Every line containing the word "them" must be pulled from the records.

Collection entries:
────────────────────────────────────────

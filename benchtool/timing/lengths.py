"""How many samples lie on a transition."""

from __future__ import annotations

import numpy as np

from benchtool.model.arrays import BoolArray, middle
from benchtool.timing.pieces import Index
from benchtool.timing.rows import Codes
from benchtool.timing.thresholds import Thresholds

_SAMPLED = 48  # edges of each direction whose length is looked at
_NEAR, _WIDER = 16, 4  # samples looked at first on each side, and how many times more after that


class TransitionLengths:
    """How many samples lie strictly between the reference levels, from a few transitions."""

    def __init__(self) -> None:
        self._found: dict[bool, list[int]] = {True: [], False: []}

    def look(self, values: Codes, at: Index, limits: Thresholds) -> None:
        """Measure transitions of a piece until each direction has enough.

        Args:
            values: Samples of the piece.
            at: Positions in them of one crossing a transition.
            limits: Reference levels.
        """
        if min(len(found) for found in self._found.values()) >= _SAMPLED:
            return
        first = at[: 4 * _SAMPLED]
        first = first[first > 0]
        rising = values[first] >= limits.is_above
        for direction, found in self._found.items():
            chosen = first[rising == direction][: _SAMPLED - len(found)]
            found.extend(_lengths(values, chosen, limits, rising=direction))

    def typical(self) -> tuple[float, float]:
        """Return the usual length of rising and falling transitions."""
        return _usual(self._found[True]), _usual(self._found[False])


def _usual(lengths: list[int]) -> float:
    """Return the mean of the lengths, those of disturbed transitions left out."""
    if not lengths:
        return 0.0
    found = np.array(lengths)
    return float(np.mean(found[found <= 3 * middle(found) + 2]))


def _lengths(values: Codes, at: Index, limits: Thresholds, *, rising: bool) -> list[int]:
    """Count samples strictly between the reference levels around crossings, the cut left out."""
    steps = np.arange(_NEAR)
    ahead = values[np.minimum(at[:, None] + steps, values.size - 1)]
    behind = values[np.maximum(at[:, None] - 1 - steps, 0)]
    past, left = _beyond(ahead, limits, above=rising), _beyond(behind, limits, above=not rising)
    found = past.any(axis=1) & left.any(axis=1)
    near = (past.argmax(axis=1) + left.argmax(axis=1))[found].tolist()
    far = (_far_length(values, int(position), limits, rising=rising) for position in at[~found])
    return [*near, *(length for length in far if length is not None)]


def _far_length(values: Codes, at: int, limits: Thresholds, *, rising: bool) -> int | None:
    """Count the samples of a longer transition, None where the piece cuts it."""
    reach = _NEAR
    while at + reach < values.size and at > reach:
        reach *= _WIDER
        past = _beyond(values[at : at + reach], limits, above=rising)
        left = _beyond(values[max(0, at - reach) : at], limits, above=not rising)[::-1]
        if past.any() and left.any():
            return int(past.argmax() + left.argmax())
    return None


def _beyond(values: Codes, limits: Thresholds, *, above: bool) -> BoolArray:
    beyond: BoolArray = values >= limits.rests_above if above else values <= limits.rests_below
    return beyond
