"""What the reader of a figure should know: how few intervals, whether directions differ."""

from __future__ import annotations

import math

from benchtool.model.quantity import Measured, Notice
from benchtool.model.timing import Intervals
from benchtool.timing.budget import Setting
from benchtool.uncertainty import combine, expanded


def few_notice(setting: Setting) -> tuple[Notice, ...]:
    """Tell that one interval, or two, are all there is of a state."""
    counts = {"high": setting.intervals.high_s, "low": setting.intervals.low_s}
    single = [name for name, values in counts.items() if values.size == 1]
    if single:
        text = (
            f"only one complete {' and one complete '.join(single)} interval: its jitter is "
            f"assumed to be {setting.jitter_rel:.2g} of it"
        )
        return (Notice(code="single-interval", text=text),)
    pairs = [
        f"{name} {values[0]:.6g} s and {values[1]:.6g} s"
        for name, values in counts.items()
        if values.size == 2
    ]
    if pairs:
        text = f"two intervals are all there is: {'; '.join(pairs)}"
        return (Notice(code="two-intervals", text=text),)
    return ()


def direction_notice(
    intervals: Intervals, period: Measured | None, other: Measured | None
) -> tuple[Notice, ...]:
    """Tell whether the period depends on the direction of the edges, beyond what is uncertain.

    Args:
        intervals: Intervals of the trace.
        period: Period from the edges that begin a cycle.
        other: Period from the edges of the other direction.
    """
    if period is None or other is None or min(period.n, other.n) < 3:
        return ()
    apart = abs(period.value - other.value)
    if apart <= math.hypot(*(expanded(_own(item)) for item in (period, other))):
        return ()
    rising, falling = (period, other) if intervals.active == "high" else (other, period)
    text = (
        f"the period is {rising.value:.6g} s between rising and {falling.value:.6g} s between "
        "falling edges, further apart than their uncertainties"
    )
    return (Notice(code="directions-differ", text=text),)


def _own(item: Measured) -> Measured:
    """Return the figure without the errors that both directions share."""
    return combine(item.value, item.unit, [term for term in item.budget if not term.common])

────────────────────────────────────────

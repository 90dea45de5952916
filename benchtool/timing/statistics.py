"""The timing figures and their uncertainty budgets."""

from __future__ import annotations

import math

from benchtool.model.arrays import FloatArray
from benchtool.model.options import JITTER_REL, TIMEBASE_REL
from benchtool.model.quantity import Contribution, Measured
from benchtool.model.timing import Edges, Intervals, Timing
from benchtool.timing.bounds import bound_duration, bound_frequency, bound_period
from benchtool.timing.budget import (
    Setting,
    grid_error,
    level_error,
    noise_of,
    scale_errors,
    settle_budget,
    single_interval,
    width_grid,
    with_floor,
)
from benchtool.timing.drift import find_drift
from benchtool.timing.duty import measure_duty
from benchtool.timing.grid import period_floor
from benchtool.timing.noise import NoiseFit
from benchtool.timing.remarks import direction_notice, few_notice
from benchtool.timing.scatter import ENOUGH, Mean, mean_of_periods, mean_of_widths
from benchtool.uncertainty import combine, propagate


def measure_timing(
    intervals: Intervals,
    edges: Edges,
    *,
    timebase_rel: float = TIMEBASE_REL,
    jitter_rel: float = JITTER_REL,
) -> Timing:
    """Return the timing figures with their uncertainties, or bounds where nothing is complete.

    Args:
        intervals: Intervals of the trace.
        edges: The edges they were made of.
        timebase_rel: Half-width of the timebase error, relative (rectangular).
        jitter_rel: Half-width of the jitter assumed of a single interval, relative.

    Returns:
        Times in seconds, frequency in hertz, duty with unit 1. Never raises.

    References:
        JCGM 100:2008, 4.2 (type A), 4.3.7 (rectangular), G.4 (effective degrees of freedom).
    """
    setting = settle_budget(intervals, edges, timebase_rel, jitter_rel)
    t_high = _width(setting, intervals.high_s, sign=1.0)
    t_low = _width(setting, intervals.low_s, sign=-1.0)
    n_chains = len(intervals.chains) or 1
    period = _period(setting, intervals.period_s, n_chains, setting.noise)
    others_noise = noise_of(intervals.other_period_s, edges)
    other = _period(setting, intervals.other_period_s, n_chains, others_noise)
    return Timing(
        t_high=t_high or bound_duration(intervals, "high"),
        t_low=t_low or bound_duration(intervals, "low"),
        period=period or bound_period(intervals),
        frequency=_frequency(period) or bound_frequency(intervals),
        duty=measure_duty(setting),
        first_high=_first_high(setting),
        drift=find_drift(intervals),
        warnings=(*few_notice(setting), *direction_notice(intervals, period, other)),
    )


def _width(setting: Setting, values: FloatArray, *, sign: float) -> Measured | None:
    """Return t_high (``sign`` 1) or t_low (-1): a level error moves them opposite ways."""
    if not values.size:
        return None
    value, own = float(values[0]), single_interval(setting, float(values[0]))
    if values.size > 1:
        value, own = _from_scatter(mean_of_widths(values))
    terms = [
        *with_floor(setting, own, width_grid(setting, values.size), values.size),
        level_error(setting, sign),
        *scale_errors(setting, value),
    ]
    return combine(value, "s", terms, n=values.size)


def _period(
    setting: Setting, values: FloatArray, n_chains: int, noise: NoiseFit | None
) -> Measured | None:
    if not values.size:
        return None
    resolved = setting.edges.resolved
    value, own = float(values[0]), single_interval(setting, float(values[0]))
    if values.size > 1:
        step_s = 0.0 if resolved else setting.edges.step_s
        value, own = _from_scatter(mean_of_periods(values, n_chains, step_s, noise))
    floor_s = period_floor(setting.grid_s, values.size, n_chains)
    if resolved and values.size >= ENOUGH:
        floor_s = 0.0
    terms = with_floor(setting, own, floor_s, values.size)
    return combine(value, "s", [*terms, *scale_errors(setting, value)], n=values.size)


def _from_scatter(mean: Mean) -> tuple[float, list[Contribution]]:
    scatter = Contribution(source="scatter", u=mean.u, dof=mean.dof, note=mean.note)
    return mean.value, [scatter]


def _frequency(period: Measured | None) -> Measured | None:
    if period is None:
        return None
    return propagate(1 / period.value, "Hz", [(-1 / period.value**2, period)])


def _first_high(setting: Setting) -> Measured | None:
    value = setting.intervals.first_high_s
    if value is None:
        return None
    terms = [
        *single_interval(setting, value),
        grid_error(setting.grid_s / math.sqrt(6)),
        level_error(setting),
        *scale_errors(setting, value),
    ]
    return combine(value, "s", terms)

────────────────────────────────────────

Finished exercise:
            at: Positions in them of one crossing a transition.
    """Return t_high (``sign`` 1) or t_low (-1): a level error moves them opposite ways."""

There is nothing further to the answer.